A decomposition that’s been on my mind lately: we can center our framing on the alignment and motivation of the system’s actual goal (what you’re leaning towards), and we can also center our framing on why misspecifications are magnified into catastrophically bad behavior, as opposed to just bad behavior.
We can look at attempts to e.g. find one simple easy wish that gets what we want (“AI alignment researchers hate him! Find out how he aligns superintelligence with one simple wish!”), but by combining concepts like superexponential concept space/fragility of value and Goodhart’s law, we can see why there shouldn’t be a low complexity object-level solution. So, we know not to look.
My understanding of the update being done on your general impression here is: “there are lots of past attempts to apply simple fixes to avoid disastrous / power-seeking behavior, and those all break, and also complexity of value. In combination with those factors, there shouldn’t be a simple way to avoid catastrophes because nearest-unblocked-solution.”

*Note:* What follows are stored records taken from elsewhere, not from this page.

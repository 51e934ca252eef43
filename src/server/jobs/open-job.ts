/** An open job as the dispatcher holds it: what is left to dispatch, what is out, and its turn to settle. */
import PQueue from 'p-queue';
import { Batch, Job } from '@db/models/jobs.ts';
import type { TurnCandidate } from '@/domain/jobs/fair-turns.ts';
import type { ResolvedNetwork } from '@/domain/network/resolved.ts';
import { networkOf } from './batch-task.ts';

export interface WaitingBatch {
  id: string;
  segmentId: string;
  ordinal: number;
  point: number;
  firstReplicate: number;
  replicateCount: number;
  attempts: number;
}

export class OpenJob implements TurnCandidate {
  /** In order; the next one to dispatch first. */
  readonly waiting: WaitingBatch[];
  /** Batches out with the executor. */
  readonly out = new Map<string, AbortController>();
  /** Settling, cutting and finishing happen one at a time. */
  readonly turn = new PQueue({ concurrency: 1 });
  /** Dispatched or computed, but not yet part of the prefix. */
  pending = 0;
  /** No more batches are dispatched. */
  ending = false;
  /** Finished: steps that still queue are dropped. */
  over = false;

  constructor(
    readonly jobId: string,
    readonly teamId: string,
    readonly userId: string,
    readonly lane: Job['lane'],
    readonly network: ResolvedNetwork,
    readonly secondsPerReplicate: number,
    waiting: WaitingBatch[],
    done: number,
  ) {
    this.waiting = waiting;
    this.pending = done;
  }

  static async load(job: Job): Promise<OpenJob> {
    const rows = await Batch.findAll({
      where: { jobId: job.id, state: ['planned', 'done'] },
      attributes: ['id', 'segmentId', 'ordinal', 'point', 'firstReplicate', 'replicateCount', 'attempts', 'state'],
      order: [['ordinal', 'ASC']],
      raw: true,
    });
    const waiting = rows.filter(({ state }) => state === 'planned');
    return new OpenJob(
      job.id,
      job.teamId,
      job.userId,
      job.lane,
      await networkOf(job),
      job.secondsPerReplicate,
      waiting,
      rows.length - waiting.length,
    );
  }

  /** Stops dispatching and ends what is out. */
  stop(): void {
    this.ending = true;
    this.waiting.length = 0;
    for (const controller of this.out.values()) controller.abort();
  }
}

But I suggest there might be something missing from that argument, because there isn’t yet common gears-level understanding of why catastrophes happen by default, so how do we know that we can’t prevent catastrophes from being incentivized? Like, it seems imaginable that we could understand the gears so well that we can avoid problems; after all, the gears underlying catastrophic incentives are not the same as the gears underlying specification difficulty.
It may in fact just be the case that yes, preventing catastrophic incentives does not admit a simple and obviously-correct solution! A strong judgment seems premature; it isn’t obvious to me whether this is true. I do think that we should be thinking about why these incentives exist, regardless of whether there is a simple object-level solution.
I think your characterization of my position is a little off. I’m specifically pointing heuristically against a certain kind of utility function patching, whereas you seem to be emphasizing complexity in your version.
I think my claim is something like “hacking the utility function by modifying it in various ways seems similar to AI boxing, in that you face the problem of trying to anticipate how something smarter than you will approach what you think is an obstacle.”
I agree that a really good understanding could provide a solution.
However, I also suspect that any effective solution (and many ineffective solutions) which works by warping the utility function (adding penalties, etc) will by “interpretable” as an epistemic state (change the beliefs rather than the utility function). And I suspect the good solutions correspond to beliefs which accurately describe critical aspects of the problem! EG, there should just be a state of belief which a rational agent can be in which makes it behave corrigibly. I realize this claim has not been borne out by evidence thus far, however.
There seem to be different ways you can modify the objective. Take the solution to the easy problem of wireheading: I think we’re comfortable saying there’s a solution because the AI obviously grading the future before it happens. No matter how smart you are, you’re grading the future in an obviously-better way. So, we say the problem is solved. On the other extreme is AI boxing, where you put a bunch of traffic cones in the way of a distant oncoming car and say, “there’s no way anyone could drive around this”!
So IIUC, you’re advocating trying to operate on beliefs rather than utility functions? But I don’t understand why.